Thursday, July 18, 2024

I Me, Her She

 Michael - Alternate Thursdays

One of the things an author has to decide is the voice that tells the story. It’s often quite a hard choice. If one decides on first person, that means that the main character or protagonist herself is going to tell the story. It has plusses and minuses. Among the plusses are that the protagonist is in action on every line. She is saying what she did or is doing (if one opts for present tense) in every sentence. Right away that points out a disadvantage. If she is telling the story in the past tense, we know she survives to “tell the tale”. (That’s not a huge disadvantage though because protagonists usually don’t get killed off during a story anyway no matter how long the odds of them surviving.) The important thing is that her voice is the voice of the story and that feeds back strongly to character. Everything relates to her.

So is this a great way to develop character? Yes, as long as one’s careful to avoid tropes. A classic is: “I looked in the mirror and saw a pert face with wrinkles starting to develop around the eyes.” Rather let the reader imagine her, and let her age develop from other background information. Readers are smart. They don’t need to be told everything and can get bored if they are.
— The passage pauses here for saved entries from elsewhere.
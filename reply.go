package gainsay

import (
	"bytes"
	"encoding/json"
	"errors"
	"fmt"
	"io"
	"maps"
	"path/filepath"
	"slices"
	"strings"
	"unicode/utf8"

	"github.com/gainsay/gainsay/internal/inputerr"
	"github.com/gainsay/gainsay/internal/jsonl"
	"github.com/gainsay/gainsay/internal/textpos"
)

// InputError is bad input: the file, the 1-based line (0 when unknown), the field and what is wrong.
type InputError = inputerr.Error

func inputErr(file string, line int, field, format string, args ...any) *InputError {
	return inputerr.New(file, line, field, format, args...)
}

// Format names a replies format.
type Format string

// The replies formats.
const (
	FormatAuto  Format = ""      // from the file name (ReplyFormat)
	FormatJSONL Format = "jsonl" // one JSON object a line
	FormatText  Format = "text"  // one reply a line
)

// Reply is one sampled reply to check. A reply that could not be read has Err set: it still gets its
// own output record, so that every input line is accounted for.
type Reply struct {
	ID      string
	Text    string
	Context string
	// Extra holds the fields gainsay does not know, kept verbatim and passed through to the record.
	Extra map[string]json.RawMessage
	Line  int
	Err   error
}

// DefaultMaxReplyChars is the default limit on a reply's length, in code points.
const DefaultMaxReplyChars = 4000

// ReplyFormat picks the replies format from a file name: JSON Lines for .jsonl, .ndjson and .json and
// for standard input ("-"), plain text for .txt. Anything else needs an explicit format.
func ReplyFormat(name string) (Format, error) {
	if name == "-" {
		return FormatJSONL, nil
	}
	switch strings.ToLower(filepath.Ext(name)) {
	case ".jsonl", ".ndjson", ".json":
		return FormatJSONL, nil
	case ".txt", ".text":
		return FormatText, nil
	}
	return "", inputErr(name, 0, "", "cannot tell the replies format from the extension %q; use .jsonl or .txt, or name the format", filepath.Ext(name))
}

// ReplyReader reads replies one at a time: JSON Lines (one object a line with id and text, optional
// context, other fields kept) or plain text (one reply a line, id "line-N"). Blank lines are skipped.
type ReplyReader struct {
	s        *jsonl.Scanner
	name     string
	format   Format
	maxChars int
	line     int
}

// NewReplyReader reads from r; name is used in errors. maxChars limits a reply's length in code points
// (0: DefaultMaxReplyChars).
func NewReplyReader(r io.Reader, name string, format Format, maxChars int) *ReplyReader {
	if maxChars <= 0 {
		maxChars = DefaultMaxReplyChars
	}
	return &ReplyReader{s: jsonl.NewScanner(r), name: name, format: format, maxChars: maxChars}
}

// Next returns the next reply, or io.EOF at the end. Other errors are read failures of the underlying
// reader; bad lines come back as replies with Err set.
func (rr *ReplyReader) Next() (Reply, error) {
	raw, line, err := rr.s.Next()
	if errors.Is(err, io.EOF) {
		return Reply{}, io.EOF
	}
	if err != nil {
		return Reply{}, fmt.Errorf("%s: %w", rr.name, err)
	}
	rr.line = line
	return rr.parse(raw), nil
}

func (rr *ReplyReader) parse(raw []byte) Reply {
	if rr.format == FormatText {
		rep := Reply{Line: rr.line}
		if !utf8.Valid(raw) {
			rep.Err = inputErr(rr.name, rr.line, "", "invalid UTF-8 at byte %d of the line", textpos.FirstInvalidUTF8(raw)+1)
			return rep
		}
		rep.ID = fmt.Sprintf("line-%d", rr.line)
		rep.Text = string(raw)
		return replyParser{rr.name, rr.line, rr.maxChars}.checkLength(rep)
	}
	return ParseReply(raw, rr.name, rr.line, rr.maxChars)
}

// ParseReply reads one reply object ({"id", "text", "context"?, ...}); where and line name it in
// errors (line 0: where alone, e.g. "replies[3]"). A bad reply comes back with Err set.
func ParseReply(raw []byte, where string, line, maxChars int) Reply {
	if maxChars <= 0 {
		maxChars = DefaultMaxReplyChars
	}
	return replyParser{where, line, maxChars}.parse(raw)
}

type replyParser struct {
	name     string
	line     int
	maxChars int
}

func (rr replyParser) fail(rep Reply, field, format string, args ...any) Reply {
	rep.Err = inputErr(rr.name, rr.line, field, format, args...)
	return rep
}

func (rr replyParser) parse(raw []byte) Reply {
	rep := Reply{Line: rr.line}
	// encoding/json would quietly turn invalid bytes into U+FFFD; the reply fails instead, but keeps
	// its id where the id itself is valid, so that its record can be joined back to it.
	invalid := !utf8.Valid(raw)
	var fields map[string]json.RawMessage
	if err := json.Unmarshal(raw, &fields); err != nil {
		if invalid {
			return rr.fail(rep, "", "invalid UTF-8 at byte %d of the line", textpos.FirstInvalidUTF8(raw)+1)
		}
		return rr.fail(rep, "", "%s", notAnObject(raw, err))
	}
	if idRaw, ok := fields["id"]; ok {
		id, err := scalarString(idRaw)
		if err != nil {
			return rr.fail(rep, "id", "%v", err)
		}
		if utf8.Valid(idRaw) {
			rep.ID = id
		}
	}
	if invalid {
		for _, k := range slices.Sorted(maps.Keys(fields)) {
			if v := fields[k]; !utf8.Valid(v) {
				return rr.fail(rep, k, "invalid UTF-8 at byte %d of the line", bytes.Index(raw, v)+textpos.FirstInvalidUTF8(v)+1)
			}
		}
		return rr.fail(rep, "", "invalid UTF-8 at byte %d of the line", textpos.FirstInvalidUTF8(raw)+1)
	}
	if rep.ID == "" {
		return rr.fail(rep, "id", "missing or empty")
	}
	textRaw, ok := fields["text"]
	if !ok {
		return rr.fail(rep, "text", "missing")
	}
	if err := json.Unmarshal(textRaw, &rep.Text); err != nil || bytes.Equal(bytes.TrimSpace(textRaw), []byte("null")) {
		return rr.fail(rep, "text", "must be a string")
	}
	if strings.TrimSpace(rep.Text) == "" {
		return rr.fail(rep, "text", "empty: nothing to check")
	}
	if c, ok := fields["context"]; ok && !bytes.Equal(bytes.TrimSpace(c), []byte("null")) {
		if err := json.Unmarshal(c, &rep.Context); err != nil {
			return rr.fail(rep, "context", "must be a string")
		}
	}
	for k, v := range fields {
		switch k {
		case "id", "text", "context":
		default:
			if rep.Extra == nil {
				rep.Extra = map[string]json.RawMessage{}
			}
			rep.Extra[k] = v
		}
	}
	return rr.checkLength(rep)
}

func (rr replyParser) checkLength(rep Reply) Reply {
	if n := utf8.RuneCountInString(rep.Text); n > rr.maxChars {
		return rr.fail(rep, "text", "%d characters, over the limit of %d", n, rr.maxChars)
	}
	return rep
}

// notAnObject says plainly why a line is not a JSON object: another JSON value, or not JSON.
func notAnObject(raw []byte, err error) string {
	var v any
	if json.Unmarshal(raw, &v) == nil {
		kind := "a number"
		switch v.(type) {
		case []any:
			kind = "an array"
		case string:
			kind = "a string"
		case bool:
			kind = "true or false"
		case nil:
			kind = "null"
		}
		return fmt.Sprintf("not a JSON object but %s; a reply is {\"id\": ..., \"text\": ...}", kind)
	}
	var se *json.SyntaxError
	if errors.As(err, &se) {
		return fmt.Sprintf("not a JSON object: invalid JSON at byte %d of the line", se.Offset)
	}
	return "not a JSON object: " + err.Error()
}

// scalarString accepts a JSON string or number as an id.
func scalarString(raw json.RawMessage) (string, error) {
	var s string
	if err := json.Unmarshal(raw, &s); err == nil {
		return s, nil
	}
	var n json.Number
	dec := json.NewDecoder(bytes.NewReader(raw))
	dec.UseNumber()
	if err := dec.Decode(&n); err == nil {
		return n.String(), nil
	}
	return "", errors.New("must be a string or a number")
}
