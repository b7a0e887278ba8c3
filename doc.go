// Package gainsay finds where a character chat model's replies contradict its character profile, and
// which words are to blame, so that unlikelihood training can push exactly those tokens down.
//
// A Checker splits each reply into sentences, scores every (fact, sentence) pair with an NLI model
// (package nli), flags the pairs whose contradiction probability reaches the threshold, and for each
// finds the words that drive it by leaving them out one at a time. It writes one Record per reply:
//
//	model, err := nli.OpenDir("models/my-nli", nli.Options{}) // or builtin.Open
//	if err != nil { ... }
//	defer model.Close()
//	prof, err := profile.ReadProfile("maren.yaml", profile.FormatAuto)
//	if err != nil { ... }
//	c := &gainsay.Checker{Scorer: &nli.Scorer{Model: model}}
//	records, stats := c.Check(prof, []gainsay.Reply{{ID: "s1", Text: "I have never seen the sea."}})
//	for _, f := range records[0].Findings { fmt.Println(f.FactID, f.Spans) }
//
// Checker.Run does the same for a stream (a ReplyReader in, a RecordWriter out, chunk by chunk, so
// memory stays bounded); RecordReader reads records back.
//
// Why the design is so. This package is the library and holds what every use shares: the check and
// the record schema, which eval, compare, align, report and serve all read or write. The model is a
// value that a caller opens and closes, not a global; the one process-wide thing is the ONNX Runtime
// environment, which nli loads once. The extension point is small: nli.Runner, which runs encoded
// pairs, is how gainsay serve merges the work of concurrent requests into shared ONNX Runtime runs;
// a test can put anything there. Input formats are here (replies, records) and in package profile
// (profiles); helpers that no other program needs live under internal/.
//
// gainsay judges text automatically and is sometimes wrong: it ranks and localises likely
// contradictions for training; it is no safety filter and no substitute for human review.
package gainsay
From the point of view of a mystery story or thriller, a disadvantage is that you can only tell what the protagonist has seen or experienced herself. Often tension is built by seeing the bad guys getting close or betrayals taking place. You can’t do that in first person. Also, since everything is in the protagonist’s voice, it better be a voice that the reader is prepared to listen to for the whole book.

When Stanley and I started our stand-alone thriller Dead of Night we decided we were going to try for first person. We also decided to use present tense, hoping that the immediacy and strong voice of the protagonist would help carry a thriller. We were also keen to try something new and stretch ourselves from our third person past story telling of Kubu. It didn’t work for a variety of reasons that we didn’t completely understand. First, to be in your character’s head for the whole book, you need to know the character really well. For us, this was a new character and being pantsers we like things to develop as we go along. That's hard to do in first person with a character you don’t know. Stan volunteered to write a few chapters about her background and see where that went. It ended up as a separate novel – Wolfman. After that we certainly knew Crystal Nguyen better and although we dropped the present tense, we wrote the whole book in first person.

Our editors were not delighted. Basically, it didn’t really work. We rewrote the book, but still Crystal’s voice as narrator didn’t seem to ring entirely true. Eventually, at our editor’s request, we took the “nuclear option” and rewrote the whole book in third person close. That means that the narrator follows the character page by page but is still observing, not telling the story in her voice. That approach worked much better, and that’s how the book was eventually published.

Afterwards we thought about why this particular book caused us so much trouble, even after we got to know Crystal really well. We came to the conclusion that perhaps it was too challenging for two people to be inside one person’s head at the same time, which is what we were trying to do. Narration has to be in a consistent voice too, of course, but if one thinks about it, the narrator is not a person, not a character in the story. So the voice must be seamless, but the internal thoughts behind it can vary somewhat.

We have written a few short stories in first person, but our way of writing short stories together is quite different from our novels. For a short story, one of us writes the whole first draft and then sends that to the other for edits, comments, suggestions and so on. Thus the voice is really one author’s voice not the voice of two authors writing together.


For example, The Ring is a short story we wrote for the Crimefest anthology Ten Year Stretch. I was intrigued by the informal recyclers who operate in Johannesburg (and many other cities around the world). On the day when a suburb puts out its garbage for collection, they appear early and sort through it for bottles and cardboard and any usable items that the suburbanite no longer wants or needs but that they can use or sell. These are then loaded onto homemade trolleys and dragged to where they can sell the items.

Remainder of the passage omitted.